Stored data entries:

- Opening Delimiter -

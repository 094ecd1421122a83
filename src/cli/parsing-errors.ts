import { oneOf } from "../claim/nearest.js";
import { echo } from "../claim/problem.js";

/**
 * What the parser of arguments found, as every other error says it: the place, what was found, what would be
 * right.
 *
 * @param known names of the options that there are
 */
export function explainParsing(message: string, args: readonly string[], known: readonly string[]): string {
  const unknown = /^Unknown arguments?: (.+)$/.exec(message)?.[1]?.split(", ")[0];
  if (unknown !== undefined) {
    const option = args.find((arg) => arg.startsWith("-") && arg.replace(/^-+/, "").startsWith(unknown));
    if (option === undefined) return `found ${echo(unknown)} too much; wanted no more arguments`;
    const names = known.map((name) => `--${name}`);
    const given = option.replace(/=.*$/, "");
    return `found the unknown option ${echo(given)}; wanted ${names.length === 0 ? "none" : oneOf(given, names)}`;
  }
  const lacking = /^Not enough arguments following: (.+)$/.exec(message)?.[1];
  if (lacking !== undefined) return `--${lacking}: found nothing; wanted a value`;
  const [, name, given, choices] = /Argument: (\S+), Given: "(.*)", Choices: (.+)$/s.exec(message) ?? [];
  if (name !== undefined) {
    return `--${name}: found ${echo(given)}; wanted one of ${choices!.replaceAll('"', "")}`;
  }
  return message.replaceAll(/\s+/g, " ");
}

- Closing Delimiter -

### Exercise brief
Set down exactly the line that holds "if (name !== undefined)" and all lines after it to the end of the data.

### Written solution
  if (name !== undefined) {
    return `--${name}: found ${echo(given)}; wanted one of ${choices!.replaceAll('"', "")}`;
  }
  return message.replaceAll(/\s+/g, " ");
}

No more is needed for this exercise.